■ **Work instruction**
Having located "rss = float(np.add.reduce(sq[p:]))" in the records below, repeat exactly the line it is on and all subsequent lines, ending with the last.

-- Stored data follows --

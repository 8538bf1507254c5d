import numpy as np
import pytest
from pyscf import gto, mcscf, scf

import groundkit as gk
from groundkit import chemistry

from .conftest import diatomic


def _pyscf_mol(spec: gk.MoleculeSpec):
    return gto.M(atom=list(zip(spec.symbols, spec.coordinates)), basis=spec.basis, charge=spec.charge,
                 spin=spec.multiplicity - 1, unit=spec.unit, verbose=0)


def test_rhf_matches_pyscf(h2o):
    solution = chemistry.solve_scf(h2o)
    mf = scf.RHF(_pyscf_mol(h2o)).run(conv_tol=1e-10)
    assert solution.method == "RHF"
    assert solution.energy == pytest.approx(mf.e_tot, abs=1e-8)  # PySCF (reference library)


def test_open_shell_uses_rohf():
    nh2 = gk.MoleculeSpec.from_xyz("N 0 0 0\nH 0.8018 0 0.6370\nH -0.8018 0 0.6370", multiplicity=2)
    solution = chemistry.solve_scf(nh2)
    mf = scf.ROHF(_pyscf_mol(nh2)).run(conv_tol=1e-10)
    assert solution.method == "ROHF" and solution.n_singly_occupied == 1
    assert solution.energy == pytest.approx(mf.e_tot, abs=1e-8)  # PySCF (reference library)


def test_scf_is_cached(h2o):
    assert chemistry.solve_scf(h2o) is chemistry.solve_scf(h2o)


def test_unconverged_scf_is_retried(monkeypatch):
    spec = diatomic("N", "N", 1.0977)  # NIST CCCBDB experimental r_e (from memory)
    chemistry.clear_cache()
    monkeypatch.setattr(chemistry, "SCF_MAX_CYCLES", (2, 300, 100))
    with pytest.warns(gk.ScfFallbackWarning, match="needed a fallback"):
        solution = chemistry.solve_scf(spec)
    chemistry.clear_cache()
    assert len(solution.attempts) >= 2 and "level shift" in solution.attempts[1] and solution.needed_fallback
    assert solution.attempts[0] == "DIIS: not converged after 2 cycles"
    mf = scf.RHF(_pyscf_mol(spec)).run(conv_tol=1e-10)
    assert solution.energy == pytest.approx(mf.e_tot, abs=1e-8)  # PySCF (reference library)


def test_scf_that_never_converges_raises_clear_error(monkeypatch):
    spec = diatomic("N", "N", 1.0977)
    chemistry.clear_cache()
    monkeypatch.setattr(chemistry, "SCF_MAX_CYCLES", (1, 1, 1))
    with pytest.raises(gk.ConvergenceError, match="did not converge after"):
        chemistry.solve_scf(spec)
    chemistry.clear_cache()


def test_active_integrals_match_pyscf_casci(h2o):
    solution = chemistry.solve_scf(h2o)
    core_energy, h1, h2 = chemistry.active_integrals(solution, [0, 1], [2, 3, 4, 5, 6])
    mf = scf.RHF(_pyscf_mol(h2o))
    mf.mo_coeff, mf.mo_occ, mf.mo_energy = solution.mo_coeff, solution.mo_occ, solution.mo_energy
    mc = mcscf.CASCI(mf, 5, 6)
    ref_h1, ref_ecore = mc.get_h1eff()
    ref_h2 = mcscf.casci.ao2mo.restore(1, mc.get_h2eff(), 5)
    assert core_energy == pytest.approx(ref_ecore, abs=1e-10)  # PySCF CASCI (reference library)
    assert np.allclose(h1, ref_h1, atol=1e-10)
    assert np.allclose(h2, ref_h2, atol=1e-10)


# orbital order: reordered exactly once (DESIGN.md §5.13) --------------------------------------------------------
def _atom(symbol: str, multiplicity: int, basis: str = "sto-3g") -> gk.MoleculeSpec:
    return gk.MoleculeSpec(symbols=(symbol,), coordinates=((0, 0, 0),), multiplicity=multiplicity, basis=basis)


def _pyscf_singly_occupied(spec: gk.MoleculeSpec) -> tuple[float, np.ndarray, np.ndarray]:
    """PySCF's own ROHF (built in the test): energy, its singly occupied orbitals and the AO overlap matrix.

    One thread: an open d shell has several equivalent ROHF solutions, and threaded sums pick among them.
    """
    from threadpoolctl import threadpool_limits

    with threadpool_limits(limits=1):
        mf = scf.ROHF(_pyscf_mol(spec)).run(conv_tol=1e-10)
    assert mf.converged
    return float(mf.e_tot), mf.mo_coeff[:, mf.mo_occ == 1], mf.get_ovlp()


@pytest.mark.parametrize("symbol, multiplicity, basis, n_docc, n_socc", [
    ("Cr", 7, "sto-3g", 9, 6),  # 3d5 4s1; PySCF's ROHF puts the empty 4p below the half-filled 3d
    ("Mn", 6, "6-31g", 10, 5),  # PySCF's ROHF puts three empty orbitals below four singly occupied ones
    ("Ti", 3, "6-31g", 10, 2),  # 3d2 4s2; one empty orbital below the two singly occupied 3d
])
def test_open_shell_orbitals_are_reordered_once(symbol, multiplicity, basis, n_docc, n_socc):
    spec = _atom(symbol, multiplicity, basis)
    e_rohf, c_socc, overlap = _pyscf_singly_occupied(spec)
    solution = chemistry.solve_scf(spec)
    n_virtual = solution.n_orbitals - n_docc - n_socc
    occupations = "".join(str(int(o)) for o in solution.mo_occ)
    assert occupations == "2" * n_docc + "1" * n_socc + "0" * n_virtual  # doubly, singly, empty (DESIGN.md §5.13)
    assert int(np.count_nonzero(solution.mo_occ == 1)) == multiplicity - 1  # high-spin ROHF (from memory)
    problem = spec.pipeline().active_space(electrons=n_socc, orbitals=n_socc).problem()
    c_act = solution.mo_coeff[:, list(problem.active_orbitals.active)]
    # cosines of the principal angles between the window and PySCF's singly occupied orbitals: all 1
    cosines = np.linalg.svd(c_act.T @ overlap @ c_socc, compute_uv=False)
    assert cosines.min() > 1 - 1e-6  # PySCF ROHF orbitals (reference library)
    assert problem.hf_energy == pytest.approx(e_rohf, abs=1e-8)  # PySCF ROHF energy (reference library)
    assert problem.reference.energy <= problem.hf_energy + 1e-10  # variational principle


def test_reordered_orbitals_reach_pyscf_through_the_baselines():
    """The orbitals PySCF's object holds after the reorder are groundkit's (the baselines use that object)."""
    solution = chemistry.solve_scf(_atom("Cr", 7))
    assert np.array_equal(solution._mf.mo_coeff, solution.mo_coeff)  # internal consistency
    assert np.array_equal(solution._mf.mo_occ, solution.mo_occ)  # internal consistency
    mf = solution._mf
    dm = mf.make_rdm1()
    assert mf.energy_tot(dm) == pytest.approx(solution.energy, abs=1e-8)  # PySCF energy of the stored orbitals


# determinism and fallbacks (DESIGN.md §5.15) ----------------------------------------------------------------------
NI_SCRIPT = """
import warnings
import groundkit as gk
from groundkit import chemistry
spec = gk.MoleculeSpec(symbols=("Ni",), coordinates=((0, 0, 0),), multiplicity=3)
with warnings.catch_warnings(record=True) as caught:
    warnings.simplefilter("always")
    solution = chemistry.solve_scf(spec)
names = sorted({type(w.message).__name__ for w in caught})
print(repr(solution.energy), solution.attempts[-1], ",".join(names), sep="|")
"""


@pytest.mark.slow
def test_hard_scf_is_the_same_for_every_thread_count():
    """Ni atom triplet in STO-3G: DIIS fails, the fallback converges; the same energy in every process."""
    import os
    import subprocess
    import sys

    rows = []
    for threads in ("1", "2", "2"):
        env = dict(os.environ, OPENBLAS_NUM_THREADS=threads, OMP_NUM_THREADS=threads, MKL_NUM_THREADS=threads)
        out = subprocess.run([sys.executable, "-c", NI_SCRIPT], env=env, capture_output=True, text=True, check=True)
        energy, last, names = out.stdout.strip().splitlines()[-1].split("|")
        rows.append((float(energy), last, names))
    energies = [r[0] for r in rows]
    assert max(energies) - min(energies) < 1e-8, energies  # determinism: no outside value needed
    assert all(r[1].endswith("converged") and "not" not in r[1] for r in rows)  # the state claimed: converged
    assert all("ScfFallbackWarning" in r[2] for r in rows)
    from threadpoolctl import threadpool_limits

    mol = gto.M(atom="Ni 0 0 0", basis="sto-3g", spin=2, verbose=0)
    with threadpool_limits(limits=1):  # the documented recipe, rebuilt here from PySCF alone on one thread
        mf = scf.ROHF(mol).set(conv_tol=1e-10, init_guess="minao", max_cycle=100).run()
        mf = scf.ROHF(mol).set(conv_tol=1e-10, level_shift=0.5, max_cycle=300).run(mf.make_rdm1())
        mf = scf.ROHF(mol).newton().set(conv_tol=1e-10, max_cycle=100).run(mf.make_rdm1())
    assert mf.converged and energies[0] == pytest.approx(mf.e_tot, abs=1e-8)  # PySCF ROHF (reference library)


def test_scf_runs_with_the_fixed_thread_count(monkeypatch):
    """Inside the SCF, BLAS and OpenMP (PySCF's own kernels) run on SCF_THREADS threads, whatever the caller set."""
    from pyscf import lib
    from threadpoolctl import threadpool_info, threadpool_limits

    seen = []
    converge = chemistry._converge

    def spy(mol):
        seen.append((lib.num_threads(), [p["num_threads"] for p in threadpool_info()]))
        return converge(mol)

    monkeypatch.setattr(chemistry, "_converge", spy)
    chemistry.clear_cache()
    with threadpool_limits(limits=2):
        chemistry.solve_scf(diatomic("H", "H", 0.7414))  # NIST CCCBDB experimental r_e (from memory)
    chemistry.clear_cache()
    assert seen and seen[0][0] == chemistry.SCF_THREADS and set(seen[0][1]) == {chemistry.SCF_THREADS}
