"""Degree sweeps over files too large to hold in memory: CSV or Parquet, chunk by chunk.

How it works
------------
The in-memory sweep (``_sweep``) reduces each fold's rows to the triangular
factor R of its augmented design [A | y] and does everything else on those
small factors. This module builds the same factors without ever holding more
than one chunk of rows:

1. The domain map t = (x - offset) / scale needs the range of x first: from a
   Parquet source's row-group statistics, or from a fast scan of a CSV's two
   columns (row count, dropped rows, ranges; about one parse of the file). The
   map is exact, so the factors equal those of the in-memory path to rounding.
   When the statistics are missing, or wider than the rows used, a scan or a
   second pass is made (``_run_passes``; ``info["passes"]`` says how many).
2. Each chunk's rows get a fold label from a hash of their global row index
   and the seed (``fold_labels``), so no row count is needed up front and the
   split does not depend on the chunk size. Each label's rows are reduced to a
   ``Block`` and merged into that label's running factor by TSQR,
   ``qr_r(vstack([R_old, R_chunk]))``.
3. ``sweep_from_blocks`` turns the per-label factors into the ``DegreeSweep``
   of the in-memory path.

With ``engine="dask"`` the per-label factors of each Parquet row group, or
each byte range of a CSV, are computed on a ``dask.distributed`` cluster (a
local one on 127.0.0.1 by default) and merged on the client the same way
(``_dask.py``).

Folds
-----
Row i (0-based, counted over the data rows the parser yields, in file order;
files of a folder or glob in sorted path order) goes to fold
``splitmix64(seed + (i + 1) * 0x9E3779B97F4A7C15) mod k``; with a holdout it
is held out when the top 53 bits of that hash, as a fraction of 2**53, fall
below the holdout fraction. The same seed gives the same split on every run,
engine and chunk size. These folds are *not* the shuffles of scikit-learn's
KFold that the in-memory sweep uses, so a streamed sweep and an in-memory
sweep with the same seed differ by the luck of the split; given the same
labels (``sweep_degrees(x, y, folds=fold_labels(...))``) they agree to
rounding. The folds are balanced only in expectation (each holds n/k rows
give or take about sqrt(n/k)).

Extreme magnitudes
------------------
As in the in-memory sweep, y beyond 2**±100 is divided by an exact power of two
(``_polyfit.pow2_exponent`` of the largest |y|, known from the scan) before any
sum of squares, and every reported error is multiplied back (``y_exp`` of
``sweep_from_blocks``).

Dropped rows
------------
A row is dropped (and counted in ``info["rows_dropped"]``) when x or y is
missing, not a number or infinite, or when the CSV line has the wrong number of
fields. A dropped row keeps its row index when the parser yields it, so the
folds of the other rows do not move.
"""
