@dataclass(frozen=True, eq=False)
class DegreeEvidence:
    """Lack of fit, added-term tests and information criteria per degree (arrays indexed like ``degrees``)."""

    degrees: np.ndarray
    n: int
    levels: int
    replicates: int
    weighted: bool
    replicate_tolerance: float
    pure_error_ss: float | None
    pure_error_df: int
    replicates_note: str | None
    rss: np.ndarray
    lack_of_fit_ss: np.ndarray
    lack_of_fit_f: np.ndarray
    lack_of_fit_df: np.ndarray
    lack_of_fit_p: np.ndarray
    added_term_f: np.ndarray
    added_term_df: np.ndarray
    added_term_p: np.ndarray
    aic: np.ndarray
    bic: np.ndarray
    criteria: str
    notes: tuple[str, ...] = field(default=())

    @property
    def has_lack_of_fit(self) -> bool:
        return bool(np.isfinite(self.lack_of_fit_p).any())

    def index(self, degree: int) -> int:
        hits = np.nonzero(self.degrees == int(degree))[0]
        if hits.size == 0:
            raise FitError(f"Degree {degree} is not in this evidence table ({_span(self.degrees)}).")
        return int(hits[0])

    def lowest_without_lack_of_fit(self, alpha: float = ALPHA) -> int | None:
        """The lowest degree whose lack-of-fit p-value is at least ``alpha`` (None if none or untestable)."""
        ok = np.isfinite(self.lack_of_fit_p) & (np.nan_to_num(self.lack_of_fit_p) >= alpha)
        return int(self.degrees[np.argmax(ok)]) if ok.any() else None

    def to_dict(self) -> dict[str, Any]:
        return {
            "degrees": [int(d) for d in self.degrees],
            "n": self.n,
            "levels": self.levels,
            "replicates": self.replicates,
            "weighted": self.weighted,
            "sums_of_squares": "weighted (sum of w·r²)" if self.weighted else "unweighted",
            "replicate_tolerance": self.replicate_tolerance,
            "pure_error_ss": None if self.pure_error_ss is None else _num(self.pure_error_ss),
            "pure_error_df": self.pure_error_df,
            "replicates_note": self.replicates_note,
            "rss": _nums(self.rss),
            "lack_of_fit_ss": _nums(self.lack_of_fit_ss),
            "lack_of_fit_f": _nums(self.lack_of_fit_f),
            "lack_of_fit_df": _ints(self.lack_of_fit_df),
            "lack_of_fit_p": _nums(self.lack_of_fit_p),
            "added_term_f": _nums(self.added_term_f),
            "added_term_df": _ints(self.added_term_df),
            "added_term_p": _nums(self.added_term_p),
            "aic": _nums(self.aic),
            "bic": _nums(self.bic),
            "criteria": self.criteria,
            "notes": list(self.notes),
        }


def _span(degs) -> str:
    degs = [int(d) for d in degs]
    return f"{degs[0]}" if len(degs) == 1 else f"{degs[0]}–{degs[-1]}"


def _replicates_note(n: int, m: int) -> str | None:
    if n == m:
        return "no x level has replicates (pure-error df = 0), so the lack-of-fit test cannot be made"
    return None


def _lack_of_fit(rss, p, n, m, ss_pe):
    """(SS_LOF, F, df, p-value) arrays; NaN where the test is undefined."""
    lof_df = (m - p).astype(np.float64)
    pe_df = n - m
    defined = (lof_df > 0) & (pe_df > 0) & (ss_pe > 0) & np.isfinite(rss)
    ss_lof = np.where(defined, np.maximum(rss - ss_pe, 0.0), np.nan)
    with np.errstate(invalid="ignore", divide="ignore"):
        f = np.where(defined, (ss_lof / lof_df) / (ss_pe / max(pe_df, 1)), np.nan)
    return ss_lof, f, np.where(defined, lof_df, np.nan), _f_sf(f, lof_df, pe_df)


def _added_term(rss_all, degs, n):
    """(F, residual df, p-value) of each degree's highest term against degree - 1."""
    d = np.asarray(degs)
    df = (n - d - 1).astype(np.float64)
    rss = rss_all[d]
    prev = np.where(d >= 1, rss_all[np.maximum(d - 1, 0)], np.nan)
    ok = (d >= 1) & (df > 0) & (rss > 0) & np.isfinite(prev)
    with np.errstate(invalid="ignore", divide="ignore"):
        f = np.where(ok, np.maximum(prev - rss, 0.0) / (rss / np.where(df > 0, df, 1)), np.nan)
    return f, np.where(df > 0, df, np.nan), _f_sf(f, 1, df)


def degree_evidence(x, y, degrees=VERDICT_DEGREES, *, weights=None, replicate_tolerance: float = 0.0) -> DegreeEvidence:
    """Lack of fit (with replicates), added-term F tests, AIC and BIC for each degree.

    Parameters
    ----------
    x, y : array-like of float.
    degrees : iterable of int, default=range(0, 21)
        Degrees above what the distinct x values carry (levels - 1) are left out, with a note.
    weights : array-like of positive floats, default=None
        Inverse-variance weights; every sum of squares is then weighted.
    replicate_tolerance : float, default=0.0
        x values within this distance (x units, chained along sorted x) count as one level.
    """
    x, y, w = validate_xyw(x, y, weights)
    tol = check_tolerance(replicate_tolerance)
    degs, notes = normalise_degrees(degrees)
    labels = replicate_levels(x, tol)
    n, m = x.size, int(labels.max()) + 1
    if degs[-1] > m - 1:
        notes.append(f"Degrees above {m - 1} were left out: the data have {m} distinct x levels.")
        degs = [d for d in degs if d <= m - 1] or [m - 1]
    rss_all = _nested_rss(x, y, w, degs[-1])
    d = np.asarray(degs)
    p = d + 1
    rss = rss_all[d]
    ss_pe = _pure_error(y, w, labels, m) if n > m else float("nan")
    note = _replicates_note(n, m)
    if n > m and not ss_pe > 0:
        note = "the replicates agree exactly (pure error is zero), so the lack-of-fit F is undefined"
    elif n > m and m - p.min() <= 0:
        note = f"too few x levels ({m}) to test lack of fit for these degrees (m − p <= 0)"
    ss_lof, lof_f, lof_df, lof_p = _lack_of_fit(rss, p, n, m, ss_pe)
    at_f, at_df, at_p = _added_term(rss_all, degs, n)
    wsum = float(n if w is None else w.sum())
    with np.errstate(divide="ignore", invalid="ignore"):
        base = np.where(rss > 0, n * np.log(rss / wsum), np.nan)
    return DegreeEvidence(
        degrees=d.astype(np.int64),
        n=n,
        levels=m,
        replicates=n - m,
        weighted=w is not None,
        replicate_tolerance=tol,
        pure_error_ss=ss_pe if n > m else None,
        pure_error_df=n - m,
        replicates_note=note,
        rss=rss,
        lack_of_fit_ss=ss_lof,
        lack_of_fit_f=lof_f,
        lack_of_fit_df=lof_df,
        lack_of_fit_p=lof_p,
        added_term_f=at_f,
        added_term_df=at_df,
        added_term_p=at_p,
        aic=base + 2 * p,
        bic=base + p * math.log(n),
        criteria="AIC = n·ln(RSS/W) + 2p, BIC = n·ln(RSS/W) + p·ln(n); p = degree + 1, W = sum of weights (n "
        "unweighted)" + ("; RSS weighted" if w is not None else ""),
        notes=tuple(notes),
    )
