def _train_split(train: Block, degs: list[int], ncols: int, j: int, failed: dict[int, str], into) -> np.ndarray:
    """Coefficients (as columns [-c; 1]) of every degree on one training set; fills train RMSE and R² column j."""
    tr_rmse, tr_r2 = into
    eps = np.finfo(np.float64).eps
    rt = train.r
    rinv = _triangular_inverse(rt[:ncols, :ncols])
    dg = np.abs(np.diag(rt))[:ncols]
    # smallest and largest |R_ii| of every leading block, and the squared residual column, once per split
    dg_lo, dg_hi = np.minimum.accumulate(dg), np.maximum.accumulate(dg)
    sq = rt[:, ncols] ** 2
    coefs = np.zeros((ncols + 1, len(degs)))
    coefs[ncols] = 1.0
    tss = _tss(train)
    for i, d in enumerate(degs):
        p = d + 1
        if dg_lo[d] <= 1e3 * max(train.n, p) * eps * dg_hi[d]:
            failed.setdefault(d, f"the training set of split {j + 1} is rank deficient at degree {d}")
            continue
        # the inverse of a leading block of a triangular matrix is the leading block of its inverse
        coefs[:p, i] = -(rinv[:p, :p] @ rt[:p, ncols])
        rss = float(np.add.reduce(sq[p:]))
        tr_rmse[i, j] = math.sqrt(max(rss, 0.0) / train.wsum)
        tr_r2[i, j] = 1.0 - rss / tss if tss > 0 else np.nan
    return coefs


def _diagnose(blocks, display_block, degs, ncols, geometry, sc, y_exp, diagnostics: bool) -> dict[str, Any]:
    """The full-data diagnostics, the display factor and the rows used; only the rows used when skipped."""
    if not diagnostics:
        nan = np.full(len(degs), np.nan)
        rows = sum(b.n for b in blocks.values())
        notes: dict[int, list[str]] = {d: [] for d in degs}
        return dict(
            aic=nan, bic=nan.copy(), conds=nan.copy(), notes=notes, disp_coef={}, rows_used=rows, disp_r=None, disp_n=0
        )
    full = Block.merge(blocks.values())
    disp = display_block if display_block is not None else full
    diag = _full_data_diagnostics(full, disp, degs, ncols, geometry, sc["failed"], sc["n_train_min"], y_exp)
    return dict(diag, rows_used=full.n, disp_r=disp.r, disp_n=disp.n)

-- Stored data concluded --

■ **Result**
        rss = float(np.add.reduce(sq[p:]))
        tr_rmse[i, j] = math.sqrt(max(rss, 0.0) / train.wsum)
        tr_r2[i, j] = 1.0 - rss / tss if tss > 0 else np.nan
    return coefs


def _diagnose(blocks, display_block, degs, ncols, geometry, sc, y_exp, diagnostics: bool) -> dict[str, Any]:
    """The full-data diagnostics, the display factor and the rows used; only the rows used when skipped."""
    if not diagnostics:
        nan = np.full(len(degs), np.nan)
        rows = sum(b.n for b in blocks.values())
        notes: dict[int, list[str]] = {d: [] for d in degs}
        return dict(
            aic=nan, bic=nan.copy(), conds=nan.copy(), notes=notes, disp_coef={}, rows_used=rows, disp_r=None, disp_n=0
        )
    full = Block.merge(blocks.values())
    disp = display_block if display_block is not None else full
    diag = _full_data_diagnostics(full, disp, degs, ncols, geometry, sc["failed"], sc["n_train_min"], y_exp)
    return dict(diag, rows_used=full.n, disp_r=disp.r, disp_n=disp.n)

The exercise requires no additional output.